Aim of the exercise: Quote exactly the lines spanning from the top of the data below to the line that contains "element data are", including both.

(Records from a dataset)
#!/usr/bin/env python3
"""Cross-check `eqwatch balance` against Cantera's equilibrium compositions.

    .venv/bin/python scripts/crosscheck_balance.py --bin target/release/eqwatch

For six invented reactor feeds at plant-like T and P, Cantera equilibrates the
inlet (equilibrate('TP'), the species eqwatch's data/species.toml transcribes
from nasa_gas.yaml). The inlet is given a molar flow; the outlet molar flows
follow from Cantera's equilibrium mole fractions and a total chosen so that the
outlet carries as many atoms as the inlet (Cantera's own n_atoms data; eqwatch's
element data are not used on this side). Each stream is split into a dry
analysis and a water flow and handed to `eqwatch balance --input`. Checks:

(a) eqwatch's atom flows in and out per element equal those computed here from
    Cantera's species element data;
(b) every element closure is 1;
(c) everything measured with small sigma: the adjustments and the global
    statistic vanish and the global test passes;
(d) outlet water unmeasured: the reconciled outlet water and outlet
    steam-to-dry-gas ratio are Cantera's (and the inlet S/C is the feed's);
(e) one outlet analysis component 20 % high: the global test fails and the
    suspect is that component or one the balances cannot tell from it.

Tolerances are derived beside their constants below.
"""

import json
import tempfile
import time
from pathlib import Path

import cantera as ct

from xcheck_common import EqwatchError, Runner, Tally, cantera_species, parse_args, require_binary

# ---------------------------------------------------------------- tolerances

# (a) Atom flows. Both sides compute F * sum(a_ek y_k) + w_e W from the very same
# numbers (the JSON carries them at full double precision, repr round-trips), so
# the only difference is summation order: ~10 ulp, 1e-15 relative. 1e-9 is far
# above that and far below any element-data error (one atom wrong in one species
# is at least ~0.1 % of an element's flow in these feeds).
RTOL_ATOMS = 1e-9
# (b) Closures: Cantera's element-potential solver keeps the element amounts to
# round-off (checked per case below, "reference closure"), and the outlet total
# is fitted on all atoms together, so every closure is 1 to ~1e-13; 1e-9 leaves
# three orders of magnitude of margin and still catches a lost species (the
# smallest non-trace outlet species here carries > 1e-4 of an element).
TOL_CLOSURE = 1e-9
# (c) With every closure within TOL_CLOSURE and sigma no smaller than 1e-3 of
# a reading (flows, major components; trace components have tiny atom flows and
# barely move), the residual to distribute is at most ~1e-9 of a stream in units
# of ~1e-3 of a stream: adjustments of at most ~1e-6 sigma, and the global
# statistic (a sum of squared adjustments in sigma) at most ~1e-12 per degree of
# freedom. The solver stops at 1e-9 sigma steps and 1e-12 constraint residual.
TOL_ADJ_SIGMA = 1e-6
TOL_GAMMA = 1e-10
# (d) The outlet water is what the H and O balances leave over. An error eps in
# the other atom flows (at most TOL_CLOSURE of them) becomes an error in the
# water amplified by (H atoms out)/(H atoms in the water out); the tolerance is
# TOL_CLOSURE times that amplification, computed per case (it is 2-200 here).
# The reformer feed's S/C is 3 by construction (75 mol H2O per 25 mol CH4).
SC_REFORMER = 3.0

SIGMA_SMALL = dict(sigma_flow_pct=0.1, sigma_fraction_pct=0.1, sigma_fraction_floor=1e-7)
# (e) Realistic figures: flow meters 1 %, analysers 1 % of reading, floor
# 0.02 mol% (the defaults of a reactor's [reconcile] section).
SIGMA_PLANT = dict(sigma_flow_pct=1.0, sigma_fraction_pct=1.0, sigma_fraction_floor=2e-4)

# ---------------------------------------------------------------- cases

# feed: relative moles of the wet inlet; flow: the inlet's total wet flow, kmol/h.
# stand_in: a species that must not react (CH4 on a shift or methanol catalyst,
# where only kinetics keep it unconverted) is replaced in Cantera's phase by He
# with the same moles (He can do nothing but dilute, as an inert does; its moles
# come out unchanged and are mapped back to CH4). gross: the outlet component
# read 20 % high in check (e), one that carries a good share of an element.
# All feeds are invented; temperatures and pressures are typical of each duty
# (common practice).
CASES = [
    dict(label="steam reformer 800 degC 30 bar, S/C 3",
         species=["CH4", "H2O", "CO", "CO2", "H2", "N2"],
         feed={"CH4": 25.0, "H2O": 75.0, "H2": 2.0, "N2": 0.5, "CO2": 0.5},
         T=1073.15, P=30e5, flow=4000.0, gross="CO", sc=SC_REFORMER),
    dict(label="HTS 370 degC 30 bar",
         species=["CO", "H2O", "CO2", "H2", "N2", "He"], stand_in={"CH4": "He"},
         feed={"H2": 38.0, "CO": 8.0, "CO2": 5.5, "CH4": 2.5, "N2": 0.3, "H2O": 45.7},
         # Not CO: the HTS outlet holds ~1.4 mol% CO dry, and 20 % of that moves the
         # carbon balance by ~1.4 %, one sigma of two 1 % flow meters; no balance can
         # see it. CO2 (~20 mol% dry) 20 % high it can.
         T=643.15, P=30e5, flow=6000.0, gross="CO2"),
    dict(label="LTS 210 degC 29 bar",
         species=["CO", "H2O", "CO2", "H2", "N2", "Ar", "He"], stand_in={"CH4": "He"},
         feed={"H2": 45.0, "CO": 2.5, "CO2": 10.5, "CH4": 0.3, "N2": 14.0, "Ar": 0.2,
               "H2O": 27.5},
         T=483.15, P=29e5, flow=6000.0, gross="CO2"),
    dict(label="methanator 320 degC 28 bar",
         species=["CO", "CO2", "H2", "CH4", "H2O", "N2", "Ar"],
         feed={"H2": 74.0, "N2": 24.5, "CH4": 1.0, "CO": 0.3, "CO2": 0.1, "Ar": 0.3,
               "H2O": 0.1},
         T=593.15, P=28e5, flow=3000.0, gross="CH4"),
    dict(label="ammonia converter 450 degC 150 bar",
         species=["N2", "H2", "NH3", "Ar", "CH4"],
         feed={"N2": 22.0, "H2": 66.0, "NH3": 4.0, "Ar": 4.0, "CH4": 4.0},
         T=723.15, P=150e5, flow=20000.0, gross="NH3"),
    dict(label="methanol converter 250 degC 80 bar",
         species=["CO", "CO2", "H2", "CH3OH", "H2O", "N2", "He"], stand_in={"CH4": "He"},
         feed={"CO": 6.0, "CO2": 4.0, "H2": 70.0, "CH4": 10.0, "N2": 9.5, "H2O": 0.5},
         T=523.15, P=80e5, flow=10000.0, gross="CO2"),
]


def make_gas(names):
    return ct.Solution(thermo="ideal-gas", species=cantera_species(names))


def atoms_of(acct, moles):
    """Atom flows per element (Cantera element names) of {species: kmol/h}."""
    out = {}
    for name, n in moles.items():
        k = acct.species_index(name)
        for e in acct.element_names:
            a = acct.n_atoms(k, e)
            if a:
                out[e] = out.get(e, 0.0) + a * n
    return out


def equilibrium_streams(case):
    """Inlet and outlet molar flows, kmol/h, by species (real names), and a
    reference self-check: the worst |closure - 1| of Cantera's own element amounts."""
    stand_in = case.get("stand_in", {})
    back = {v: k for k, v in stand_in.items()}
    gas = make_gas(case["species"])
    total = sum(case["feed"].values())
    n_in = {k: case["flow"] * v / total for k, v in case["feed"].items()}
    gas.TPX = case["T"], case["P"], {stand_in.get(k, k): v for k, v in n_in.items()}
    try:
        gas.equilibrate("TP", solver="element_potential", rtol=1e-14, max_steps=10000)
    except ct.CanteraError:
        gas.equilibrate("TP", solver="gibbs", rtol=1e-14, max_steps=10000)
    x = {back.get(n, n): float(gas.X[i]) for i, n in enumerate(gas.species_names)}
    # Accounting phase with the real species: the element data of both streams.
    acct = make_gas(sorted(set(n_in) | set(x)))
    b_in = atoms_of(acct, n_in)
    per_kmol = atoms_of(acct, x)
    # Outlet total: as many atoms out as in (all elements together).
    n_total_out = sum(b_in.values()) / sum(per_kmol.values())
    n_out = {k: n_total_out * v for k, v in x.items()}
    b_out = atoms_of(acct, n_out)
    worst = max(abs(b_out[e] / b_in[e] - 1.0) for e in b_in)
    return n_in, n_out, acct, worst


def split(moles):
    """(dry flow, {species: dry fraction}, water or None) of {species: kmol/h}."""
    water = moles.get("H2O")
    dry = {k: v for k, v in moles.items() if k != "H2O" and v > 0.0}
    f = sum(dry.values())
    return f, {k: v / f for k, v in dry.items()}, water


def stream_json(moles, water_measured=True, gross=None):
    f, y, w = split(moles)
    if gross:
        y = dict(y)
        y[gross] *= 1.2
    s = {"dry_flow_kmol_h": f, "dry_mole_fractions": y}
    if w is not None:
        s["water_kmol_h"] = w if water_measured else "unmeasured"
    return s


def ref_atoms(acct, stream):
    """Atom flows of a stream as sent to eqwatch (dry fractions x dry flow + water)."""
    moles = {k: stream["dry_flow_kmol_h"] * y for k, y in stream["dry_mole_fractions"].items()}
    w = stream.get("water_kmol_h")
    if isinstance(w, float):
        moles["H2O"] = w
    return atoms_of(acct, moles)


def run_balance(run, doc, tmp):
    path = Path(tmp) / "balance.json"
    path.write_text(json.dumps(doc))
    return run("balance", "--input", str(path))


def by_element(rows):
    return {r["element"]: r for r in rows or []}


def check_case(tally, run, case, tmp):
    lab = case["label"]
    n_in, n_out, acct, worst = equilibrium_streams(case)
    tally.check(f"{{{lab}}} reference closure (Cantera element amounts)", worst <= 1e-12,
                f"worst |out/in - 1| {worst:.2e} tol 1e-12")
    inlet, outlet = stream_json(n_in), stream_json(n_out)

    # (a), (b), (c): everything measured, small sigma.
    try:
        out = run_balance(run, dict(inlet=inlet, outlet=outlet, **SIGMA_SMALL), tmp)
    except EqwatchError as e:
        tally.error(f"{{{lab}}} all measured", e)
        return
    els = by_element(out.get("elements_measured"))
    ref_in, ref_out = ref_atoms(acct, inlet), ref_atoms(acct, outlet)
    tally.check(f"{{{lab}}} (a) elements", sorted(els) == sorted(ref_in),
                f"eqwatch {sorted(els)} Cantera {sorted(ref_in)}")
    for e in sorted(ref_in):
        row = els.get(e, {})
        tally.close_rel(f"{{{lab}}} (a) {e} in", row.get("in_kmol_h"), ref_in[e], RTOL_ATOMS,
                        unit="kmol/h ")
        tally.close_rel(f"{{{lab}}} (a) {e} out", row.get("out_kmol_h"), ref_out.get(e, 0.0),
                        RTOL_ATOMS, unit="kmol/h ")
        tally.close_abs(f"{{{lab}}} (b) {e} closure", row.get("closure"), 1.0, TOL_CLOSURE)
    g = out.get("global_test") or {}
    tally.check(f"{{{lab}}} (c) global test passes", g.get("passed") is True,
                f"statistic {g.get('statistic')!r} dof {g.get('dof')!r} critical {g.get('critical')!r}")
    tally.close_abs(f"{{{lab}}} (c) global statistic", g.get("statistic"), 0.0, TOL_GAMMA)
    worst_adj, worst_tag = 0.0, None
    for est in out.get("estimates", []):
        if est.get("measured") is None:
            continue
        a = abs(est["measured"] - est["reconciled"]) / est["measurement_sigma"]
        if a >= worst_adj:
            worst_adj, worst_tag = a, est["tag"]
    tally.check(f"{{{lab}}} (c) adjustments", worst_adj <= TOL_ADJ_SIGMA,
                f"largest |adjustment|/sigma {worst_adj:.2e} ({worst_tag}) tol {TOL_ADJ_SIGMA:g}")
    tally.check(f"{{{lab}}} (c) no suspect", out.get("suspect") is None,
                f"suspect {out.get('suspect')!r}")

    # (d) outlet water unmeasured.
    _, _, w_ref = split(n_out)
    if w_ref is None:
        tally.check(f"{{{lab}}} (d) water", "water_kmol_h" not in outlet,
                    "no water in this case (no O in the feed): nothing to recover")
    else:
        try:
            out = run_balance(run, dict(inlet=inlet, outlet=stream_json(n_out, False),
                                        **SIGMA_SMALL), tmp)
        except EqwatchError as e:
            tally.error(f"{{{lab}}} outlet water unmeasured", e)
            return
        est = {x["tag"]: x for x in out.get("estimates", [])}
        h_out = ref_atoms(acct, outlet)["H"]
        rtol = TOL_CLOSURE * h_out / (2.0 * w_ref)
        tally.close_rel(f"{{{lab}}} (d) outlet water", est.get("outlet water", {}).get("reconciled"),
                        w_ref, rtol, unit="kmol/h ")
        f_dry = split(n_out)[0]
        sr = out.get("steam_ratios", {})
        tally.close_rel(f"{{{lab}}} (d) outlet steam/dry gas",
                        sr.get("outlet_steam_to_dry_gas_reconciled"), w_ref / f_dry, rtol)
        if case.get("sc"):
            for k in ("inlet_steam_to_carbon_measured", "inlet_steam_to_carbon_reconciled"):
                tally.close_rel(f"{{{lab}}} (d) {k}", sr.get(k), case["sc"], TOL_CLOSURE)

    # (e) one outlet component 20 % high, plant-like sigma.
    tag = f"outlet {case['gross']}"
    try:
        out = run_balance(run, dict(inlet=inlet, outlet=stream_json(n_out, gross=case["gross"]),
                                    **SIGMA_PLANT), tmp)
    except EqwatchError as e:
        tally.error(f"{{{lab}}} gross error", e)
        return
    g = out.get("global_test") or {}
    tally.check(f"{{{lab}}} (e) {tag} +20 %: global test fails", g.get("passed") is False,
                f"statistic {g.get('statistic')!r} critical {g.get('critical')!r} dof {g.get('dof')!r}")
    eq = out.get("suspect_equivalents") or []
    named = out.get("suspect") == tag or tag in eq
    z = {x["tag"]: x.get("z") for x in out.get("estimates", [])}
    tally.check(f"{{{lab}}} (e) {tag} +20 %: named", named,
                f"suspect {out.get('suspect')!r} equivalents {eq} (z of {tag} {z.get(tag)!r})")


def main():
    args = parse_args(__doc__.splitlines()[0])
    tally = Tally("balance")
    t0 = time.perf_counter()
    require_binary(args.bin, tally)
    run = Runner(args.bin, args.verbose)
    with tempfile.TemporaryDirectory() as tmp:
        for case in CASES:
            try:
                check_case(tally, run, case, tmp)
            except (ct.CanteraError, KeyError, ZeroDivisionError) as e:
                tally.error(f"{{{case['label']}}}", e)
    print(f"(elapsed {time.perf_counter() - t0:.1f} s; cantera {ct.__version__})")
    tally.finish()


if __name__ == "__main__":
    main()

Answer to this problem:
#!/usr/bin/env python3
"""Cross-check `eqwatch balance` against Cantera's equilibrium compositions.

    .venv/bin/python scripts/crosscheck_balance.py --bin target/release/eqwatch

For six invented reactor feeds at plant-like T and P, Cantera equilibrates the
inlet (equilibrate('TP'), the species eqwatch's data/species.toml transcribes
from nasa_gas.yaml). The inlet is given a molar flow; the outlet molar flows
follow from Cantera's equilibrium mole fractions and a total chosen so that the
outlet carries as many atoms as the inlet (Cantera's own n_atoms data; eqwatch's
element data are not used on this side). Each stream is split into a dry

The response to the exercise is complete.